(Stored data)
▬▬▬

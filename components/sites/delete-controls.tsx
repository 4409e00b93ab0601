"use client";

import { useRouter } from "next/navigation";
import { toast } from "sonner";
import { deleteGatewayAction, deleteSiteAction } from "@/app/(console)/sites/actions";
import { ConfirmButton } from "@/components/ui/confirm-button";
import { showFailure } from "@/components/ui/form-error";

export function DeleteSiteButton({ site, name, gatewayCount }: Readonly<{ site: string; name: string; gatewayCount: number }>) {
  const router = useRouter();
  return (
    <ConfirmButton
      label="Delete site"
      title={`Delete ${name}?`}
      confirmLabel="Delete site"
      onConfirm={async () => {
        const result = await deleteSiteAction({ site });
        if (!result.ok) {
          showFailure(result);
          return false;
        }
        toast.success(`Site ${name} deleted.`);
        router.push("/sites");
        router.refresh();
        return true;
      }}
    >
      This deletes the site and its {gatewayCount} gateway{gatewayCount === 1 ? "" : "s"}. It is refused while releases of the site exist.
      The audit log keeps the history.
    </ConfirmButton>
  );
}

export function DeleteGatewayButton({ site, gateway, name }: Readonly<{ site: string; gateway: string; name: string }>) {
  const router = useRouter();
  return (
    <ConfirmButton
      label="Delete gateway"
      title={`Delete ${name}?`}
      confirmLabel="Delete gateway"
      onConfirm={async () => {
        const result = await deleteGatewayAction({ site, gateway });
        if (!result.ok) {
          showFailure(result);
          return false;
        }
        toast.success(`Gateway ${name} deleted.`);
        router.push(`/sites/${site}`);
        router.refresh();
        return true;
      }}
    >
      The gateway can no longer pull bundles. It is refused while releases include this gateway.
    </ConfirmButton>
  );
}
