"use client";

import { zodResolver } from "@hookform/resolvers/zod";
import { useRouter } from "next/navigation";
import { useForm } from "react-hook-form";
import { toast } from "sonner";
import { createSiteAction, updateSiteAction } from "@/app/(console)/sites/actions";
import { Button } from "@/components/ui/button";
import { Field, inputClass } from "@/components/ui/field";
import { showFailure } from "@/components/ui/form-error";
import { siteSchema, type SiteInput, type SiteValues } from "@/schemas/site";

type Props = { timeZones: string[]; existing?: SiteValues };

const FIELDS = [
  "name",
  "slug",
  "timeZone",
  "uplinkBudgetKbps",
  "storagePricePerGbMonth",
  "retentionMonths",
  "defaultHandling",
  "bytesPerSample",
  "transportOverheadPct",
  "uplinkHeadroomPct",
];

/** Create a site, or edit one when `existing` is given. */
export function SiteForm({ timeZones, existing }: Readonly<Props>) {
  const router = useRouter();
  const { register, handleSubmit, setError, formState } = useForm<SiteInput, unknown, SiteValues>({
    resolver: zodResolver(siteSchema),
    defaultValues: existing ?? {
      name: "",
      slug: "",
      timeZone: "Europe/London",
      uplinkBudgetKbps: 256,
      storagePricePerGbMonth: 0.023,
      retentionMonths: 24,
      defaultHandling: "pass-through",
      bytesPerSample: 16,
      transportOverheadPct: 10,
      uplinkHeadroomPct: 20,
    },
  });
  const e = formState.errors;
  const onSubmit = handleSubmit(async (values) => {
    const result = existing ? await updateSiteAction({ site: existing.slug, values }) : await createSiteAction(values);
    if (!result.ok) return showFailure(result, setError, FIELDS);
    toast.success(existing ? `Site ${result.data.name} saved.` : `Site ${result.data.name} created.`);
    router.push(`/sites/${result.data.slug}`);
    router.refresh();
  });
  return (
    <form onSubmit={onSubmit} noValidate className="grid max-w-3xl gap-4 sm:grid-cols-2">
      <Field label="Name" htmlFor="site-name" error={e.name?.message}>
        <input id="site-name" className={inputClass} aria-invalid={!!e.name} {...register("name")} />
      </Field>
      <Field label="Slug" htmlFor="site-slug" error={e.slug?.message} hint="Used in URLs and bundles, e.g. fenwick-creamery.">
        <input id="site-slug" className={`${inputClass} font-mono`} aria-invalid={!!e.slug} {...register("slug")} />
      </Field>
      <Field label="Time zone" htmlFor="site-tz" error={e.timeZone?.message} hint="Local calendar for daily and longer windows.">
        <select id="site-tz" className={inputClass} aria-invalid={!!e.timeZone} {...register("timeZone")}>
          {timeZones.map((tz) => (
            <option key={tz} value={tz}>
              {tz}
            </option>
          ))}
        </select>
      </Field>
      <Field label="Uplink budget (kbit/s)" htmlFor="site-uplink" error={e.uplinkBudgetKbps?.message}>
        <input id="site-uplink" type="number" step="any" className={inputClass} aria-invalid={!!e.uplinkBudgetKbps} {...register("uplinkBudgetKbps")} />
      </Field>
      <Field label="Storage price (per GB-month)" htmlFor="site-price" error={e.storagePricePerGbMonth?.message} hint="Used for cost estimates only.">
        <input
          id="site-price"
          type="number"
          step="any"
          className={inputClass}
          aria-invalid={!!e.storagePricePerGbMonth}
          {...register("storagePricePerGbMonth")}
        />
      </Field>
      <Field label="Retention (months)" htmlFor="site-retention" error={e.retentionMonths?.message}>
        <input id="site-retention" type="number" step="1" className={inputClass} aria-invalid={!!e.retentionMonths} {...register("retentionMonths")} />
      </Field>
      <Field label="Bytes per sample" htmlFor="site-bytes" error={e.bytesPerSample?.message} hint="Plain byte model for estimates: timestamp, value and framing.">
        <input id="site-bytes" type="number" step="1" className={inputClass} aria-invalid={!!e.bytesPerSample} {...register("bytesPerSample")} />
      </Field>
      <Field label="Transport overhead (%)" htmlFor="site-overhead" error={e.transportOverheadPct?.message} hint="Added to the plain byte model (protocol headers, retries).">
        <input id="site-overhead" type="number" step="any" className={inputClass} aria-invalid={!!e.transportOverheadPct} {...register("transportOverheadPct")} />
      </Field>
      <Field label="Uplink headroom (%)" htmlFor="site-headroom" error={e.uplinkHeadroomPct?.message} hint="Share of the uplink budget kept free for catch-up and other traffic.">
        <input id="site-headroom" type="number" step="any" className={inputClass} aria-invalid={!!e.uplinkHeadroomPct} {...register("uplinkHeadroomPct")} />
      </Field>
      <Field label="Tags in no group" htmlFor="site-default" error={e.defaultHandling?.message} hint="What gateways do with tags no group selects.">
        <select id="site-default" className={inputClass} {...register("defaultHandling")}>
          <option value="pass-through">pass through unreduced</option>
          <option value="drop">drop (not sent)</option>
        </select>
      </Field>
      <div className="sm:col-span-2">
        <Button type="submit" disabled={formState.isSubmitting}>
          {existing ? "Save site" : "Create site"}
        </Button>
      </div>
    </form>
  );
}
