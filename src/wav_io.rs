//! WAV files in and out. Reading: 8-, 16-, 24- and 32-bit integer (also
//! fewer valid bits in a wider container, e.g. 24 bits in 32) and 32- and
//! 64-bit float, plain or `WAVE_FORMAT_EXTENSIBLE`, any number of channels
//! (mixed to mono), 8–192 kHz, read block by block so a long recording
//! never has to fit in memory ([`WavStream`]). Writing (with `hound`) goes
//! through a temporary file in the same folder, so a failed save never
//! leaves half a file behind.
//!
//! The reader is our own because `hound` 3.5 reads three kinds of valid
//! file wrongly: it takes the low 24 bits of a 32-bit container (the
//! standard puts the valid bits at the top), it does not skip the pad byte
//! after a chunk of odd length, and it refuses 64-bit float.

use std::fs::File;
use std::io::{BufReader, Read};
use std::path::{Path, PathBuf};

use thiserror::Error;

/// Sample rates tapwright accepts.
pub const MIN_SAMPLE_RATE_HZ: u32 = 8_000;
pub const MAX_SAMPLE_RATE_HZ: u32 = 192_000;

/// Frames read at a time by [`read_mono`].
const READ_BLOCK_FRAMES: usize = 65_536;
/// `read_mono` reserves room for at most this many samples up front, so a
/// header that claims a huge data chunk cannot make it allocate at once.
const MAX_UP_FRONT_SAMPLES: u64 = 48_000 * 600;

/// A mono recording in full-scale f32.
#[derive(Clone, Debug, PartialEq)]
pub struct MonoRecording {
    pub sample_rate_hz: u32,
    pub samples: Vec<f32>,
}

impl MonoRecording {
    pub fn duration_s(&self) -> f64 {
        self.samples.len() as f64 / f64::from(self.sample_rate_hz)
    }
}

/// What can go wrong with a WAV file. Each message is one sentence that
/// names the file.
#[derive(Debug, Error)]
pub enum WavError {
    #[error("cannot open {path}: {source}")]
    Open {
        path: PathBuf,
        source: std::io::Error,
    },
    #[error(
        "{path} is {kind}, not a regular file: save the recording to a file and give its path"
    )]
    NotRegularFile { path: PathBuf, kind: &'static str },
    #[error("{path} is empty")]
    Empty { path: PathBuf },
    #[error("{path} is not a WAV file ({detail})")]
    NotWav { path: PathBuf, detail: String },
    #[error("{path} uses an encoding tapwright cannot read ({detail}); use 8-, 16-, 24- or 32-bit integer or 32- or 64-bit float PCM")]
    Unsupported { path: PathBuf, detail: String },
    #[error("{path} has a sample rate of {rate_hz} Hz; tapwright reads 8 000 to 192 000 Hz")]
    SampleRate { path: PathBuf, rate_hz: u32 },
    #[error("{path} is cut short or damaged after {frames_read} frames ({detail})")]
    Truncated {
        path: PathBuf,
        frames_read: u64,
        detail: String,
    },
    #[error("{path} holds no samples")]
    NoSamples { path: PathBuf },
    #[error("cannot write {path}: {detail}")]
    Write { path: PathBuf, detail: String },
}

▬▬▬

▸ **About this task**:
From the data above, copy each line with the string "Debug" in it.

▸ **Solution for this problem**:
#[derive(Clone, Debug, PartialEq)]
#[derive(Debug, Error)]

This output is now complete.